Please transcribe exactly, and only, the lines of the data below between the line holding "f in fields])" and the line holding "- posix)), 2e-6)", inclusive.

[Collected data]
————————
"""Time scales against astropy.time (which asks ERFA) over 1972-2030 and around every leap second."""
import calendar
import datetime
import time
import warnings

from asking import Checks, ask, skip

try:
    import numpy as np
except ImportError:
    skip("numpy")
try:
    import astropy.time
    from astropy.utils import iers
except ImportError:
    skip("astropy")

iers.conf.auto_download = False
warnings.simplefilter("ignore")
SECOND = 1 / 86400

# Days after which a leap second was inserted (IERS Bulletin C).
leap_days = ["1972-06-30", "1972-12-31", "1973-12-31", "1974-12-31", "1975-12-31", "1976-12-31", "1977-12-31", "1978-12-31",
             "1979-12-31", "1981-06-30", "1982-06-30", "1983-06-30", "1985-06-30", "1987-12-31", "1989-12-31", "1990-12-31",
             "1992-06-30", "1993-06-30", "1994-06-30", "1995-12-31", "1997-06-30", "1998-12-31", "2005-12-31", "2008-12-31",
             "2012-06-30", "2015-06-30", "2016-12-31"]
stamps = []
for day in leap_days:
    stamps += [day + "T23:59:59.000", day + "T23:59:60.000", day + "T23:59:60.750"]
    after = datetime.date.fromisoformat(day) + datetime.timedelta(days=1)
    stamps += ["%sT00:00:00.000" % after, "%sT12:34:56.789" % after]
for year in range(1972, 2030):
    stamps += ["%d-%02d-%02dT%02d:%02d:%06.3f" % (year, 1 + year * 7 % 12, 1 + year * 11 % 28, year % 24, year * 13 % 60, year * 17.123 % 60)]
utc = astropy.time.Time(stamps, format="isot", scale="utc")


def apart_s(answers, jd1, jd2):
    ours = np.array(answers, dtype=float)
    return np.max(np.abs((ours[:, 0] - jd1) + (ours[:, 1] - jd2))) / SECOND


checks = Checks()
fields = [stamp.replace("T", "-").replace(":", "-").split("-") for stamp in stamps]
dates = ask(["calendar UTC " + " ".join(f) for f in fields])
checks.within("calendar to JD(UTC) equals astropy.time, leap seconds too, s", apart_s(dates, utc.jd1, utc.jd2), 1e-8)

for name, bound in (("tai", 1e-8), ("tt", 1e-8), ("tdb", 1e-6)):
    theirs = getattr(utc, name)
    there = ask(["convert UTC %s %r %r" % (name.upper(), float(a), float(b)) for a, b in zip(utc.jd1, utc.jd2)])
    back = ask(["convert %s UTC %r %r" % (name.upper(), float(a), float(b)) for a, b in zip(theirs.jd1, theirs.jd2)])
    checks.within("UTC to %s equals astropy.time, s" % name.upper(), apart_s(there, theirs.jd1, theirs.jd2), bound)
    checks.within("%s to UTC equals astropy.time, s" % name.upper(), apart_s(back, utc.jd1, utc.jd2), bound)

# GPS time counts from 1980-01-06 and is TAI - 19 s (astropy's format "gps" is its seconds).
later = utc[utc.jd > 2444244.5]
gps = ask(["convert UTC GPS %r %r" % (float(a), float(b)) for a, b in zip(later.jd1, later.jd2)])
seconds = (np.array(gps, dtype=float) - [2444244.5, 0]).sum(axis=1) * 86400
checks.within("UTC to GPS equals astropy.time's gps, s", np.max(np.abs(seconds - later.gps)), 2e-6)

# Unix time counts every day as 86400 s (POSIX): Python's calendar.timegm. astropy's "unix" stretches days with a leap second
# (its documentation says so), so that it is asked for the other days only.
plain = [":60." not in stamp for stamp in stamps]
ordinary = np.array([stamp[:10] not in leap_days for stamp in stamps])[plain]
unix = ask(["convert UTC UNIX %r %r" % (float(a), float(b)) for a, b in zip(utc.jd1[plain], utc.jd2[plain])])
seconds = (np.array(unix, dtype=float) - [2440587.5, 0]).sum(axis=1) * 86400
posix = np.array([calendar.timegm(time.strptime(stamp[:19], "%Y-%m-%dT%H:%M:%S")) + float(stamp[19:])
                  for stamp, one in zip(stamps, plain) if one])
checks.within("UTC to Unix time equals calendar.timegm, s", np.max(np.abs(seconds - posix)), 2e-6)
checks.within("UTC to Unix time equals astropy.time's unix, s", np.max(np.abs(seconds - utc[plain].unix)[ordinary]), 2e-6)

refused = ask(["calendar UTC 2017 2 29 0 0 0", "calendar UTC 2017 1 1 23 59 60.5", "calendar TT 2016 12 31 23 59 60.5"])
checks.within("days and leap seconds that never were are refused", sum(answer != ["refused"] for answer in refused), 0)
checks.end()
————————
## Task solution:
dates = ask(["calendar UTC " + " ".join(f) for f in fields])
checks.within("calendar to JD(UTC) equals astropy.time, leap seconds too, s", apart_s(dates, utc.jd1, utc.jd2), 1e-8)

for name, bound in (("tai", 1e-8), ("tt", 1e-8), ("tdb", 1e-6)):
    theirs = getattr(utc, name)
    there = ask(["convert UTC %s %r %r" % (name.upper(), float(a), float(b)) for a, b in zip(utc.jd1, utc.jd2)])
    back = ask(["convert %s UTC %r %r" % (name.upper(), float(a), float(b)) for a, b in zip(theirs.jd1, theirs.jd2)])
    checks.within("UTC to %s equals astropy.time, s" % name.upper(), apart_s(there, theirs.jd1, theirs.jd2), bound)
    checks.within("%s to UTC equals astropy.time, s" % name.upper(), apart_s(back, utc.jd1, utc.jd2), bound)

# GPS time counts from 1980-01-06 and is TAI - 19 s (astropy's format "gps" is its seconds).
later = utc[utc.jd > 2444244.5]
gps = ask(["convert UTC GPS %r %r" % (float(a), float(b)) for a, b in zip(later.jd1, later.jd2)])
seconds = (np.array(gps, dtype=float) - [2444244.5, 0]).sum(axis=1) * 86400
checks.within("UTC to GPS equals astropy.time's gps, s", np.max(np.abs(seconds - later.gps)), 2e-6)

# Unix time counts every day as 86400 s (POSIX): Python's calendar.timegm. astropy's "unix" stretches days with a leap second
# (its documentation says so), so that it is asked for the other days only.
plain = [":60." not in stamp for stamp in stamps]
ordinary = np.array([stamp[:10] not in leap_days for stamp in stamps])[plain]
unix = ask(["convert UTC UNIX %r %r" % (float(a), float(b)) for a, b in zip(utc.jd1[plain], utc.jd2[plain])])
seconds = (np.array(unix, dtype=float) - [2440587.5, 0]).sum(axis=1) * 86400
posix = np.array([calendar.timegm(time.strptime(stamp[:19], "%Y-%m-%dT%H:%M:%S")) + float(stamp[19:])
                  for stamp, one in zip(stamps, plain) if one])
checks.within("UTC to Unix time equals calendar.timegm, s", np.max(np.abs(seconds - posix)), 2e-6)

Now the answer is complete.